*** Provided records Section Begins ***
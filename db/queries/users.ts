import "server-only";
import { db, type Tx } from "../knex";
import type { PublicUser, UserRow } from "../types";

export function toPublicUser(r: UserRow): PublicUser {
  return { id: r.id, email: r.email, name: r.name, isAdmin: Boolean(r.is_admin), isActive: Boolean(r.is_active) };
}

export async function fetchUserByEmail(email: string, tx: Tx = db): Promise<UserRow | undefined> {
  return tx<UserRow>("users").where({ email: email.toLowerCase() }).first();
}

export async function fetchUserById(id: number, tx: Tx = db): Promise<UserRow | undefined> {
  return tx<UserRow>("users").where({ id }).first();
}

/** The row locked for the rest of the transaction (a password or status change). */
export async function fetchUserForUpdate(tx: Tx, id: number): Promise<UserRow | undefined> {
  return tx<UserRow>("users").where({ id }).forUpdate().first();
}

export async function fetchUsers(tx: Tx = db): Promise<PublicUser[]> {
  const rows = await tx<UserRow>("users").orderBy("name");
  return rows.map(toPublicUser);
}

export async function insertUser(
  tx: Tx,
  u: { email: string; name: string; passwordHash: string; isAdmin: boolean },
): Promise<number> {
  const [id] = await tx("users").insert({
    email: u.email.toLowerCase(),
    name: u.name,
    password_hash: u.passwordHash,
    is_admin: u.isAdmin,
  });
  return id;
}

/** A new password ends every session of the account (the session version moves on). */
export async function updateUserPassword(tx: Tx, id: number, passwordHash: string): Promise<void> {
  await tx("users")
    .where({ id })
    .update({ password_hash: passwordHash, session_version: tx.raw("session_version + 1"), updated_at: new Date() });
}

/** Ends every session of the account now (sign-out). */
export async function bumpSessionVersion(tx: Tx, id: number): Promise<void> {
  await tx("users").where({ id }).update({ session_version: tx.raw("session_version + 1") });
}

/** Deactivation also ends every session at once; accounts are never deleted. */
export async function updateUserActive(tx: Tx, id: number, active: boolean): Promise<number> {
  return tx("users")
    .where({ id, is_active: !active })
    .update({ is_active: active, session_version: tx.raw("session_version + 1"), updated_at: new Date() });
}

export async function countActiveAdmins(tx: Tx = db): Promise<number> {
  const row = await tx("users").where({ is_admin: true, is_active: true }).count({ n: "*" }).first();
  return Number(row?.n ?? 0);
}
*** Provided records Section Ends ***
## Task details
Everything in the listing must be written out again without any change.

## Output
filename db/queries/users.ts
import "server-only";
import { db, type Tx } from "../knex";
import type { PublicUser, UserRow } from "../types";

export function toPublicUser(r: UserRow): PublicUser {
  return { id: r.id, email: r.email, name: r.name, isAdmin: Boolean(r.is_admin), isActive: Boolean(r.is_active) };
}

export async function fetchUserByEmail(email: string, tx: Tx = db): Promise<UserRow | undefined> {
  return tx<UserRow>("users").where({ email: email.toLowerCase() }).first();
}

export async function fetchUserById(id: number, tx: Tx = db): Promise<UserRow | undefined> {
  return tx<UserRow>("users").where({ id }).first();
}

/** The row locked for the rest of the transaction (a password or status change). */
export async function fetchUserForUpdate(tx: Tx, id: number): Promise<UserRow | undefined> {
  return tx<UserRow>("users").where({ id }).forUpdate().first();
}

export async function fetchUsers(tx: Tx = db): Promise<PublicUser[]> {
  const rows = await tx<UserRow>("users").orderBy("name");
  return rows.map(toPublicUser);
}

export async function insertUser(
  tx: Tx,
  u: { email: string; name: string; passwordHash: string; isAdmin: boolean },
): Promise<number> {
  const [id] = await tx("users").insert({
    email: u.email.toLowerCase(),
    name: u.name,
    password_hash: u.passwordHash,
    is_admin: u.isAdmin,
  });
  return id;
}

/** A new password ends every session of the account (the session version moves on). */
export async function updateUserPassword(tx: Tx, id: number, passwordHash: string): Promise<void> {
  await tx("users")
    .where({ id })
    .update({ password_hash: passwordHash, session_version: tx.raw("session_version + 1"), updated_at: new Date() });
}

/** Ends every session of the account now (sign-out). */
export async function bumpSessionVersion(tx: Tx, id: number): Promise<void> {
  await tx("users").where({ id }).update({ session_version: tx.raw("session_version + 1") });
}

/** Deactivation also ends every session at once; accounts are never deleted. */
export async function updateUserActive(tx: Tx, id: number, active: boolean): Promise<number> {
  return tx("users")
    .where({ id, is_active: !active })
    .update({ is_active: active, session_version: tx.raw("session_version + 1"), updated_at: new Date() });
}

export async function countActiveAdmins(tx: Tx = db): Promise<number> {
  const row = await tx("users").where({ is_admin: true, is_active: true }).count({ n: "*" }).first();
  return Number(row?.n ?? 0);
}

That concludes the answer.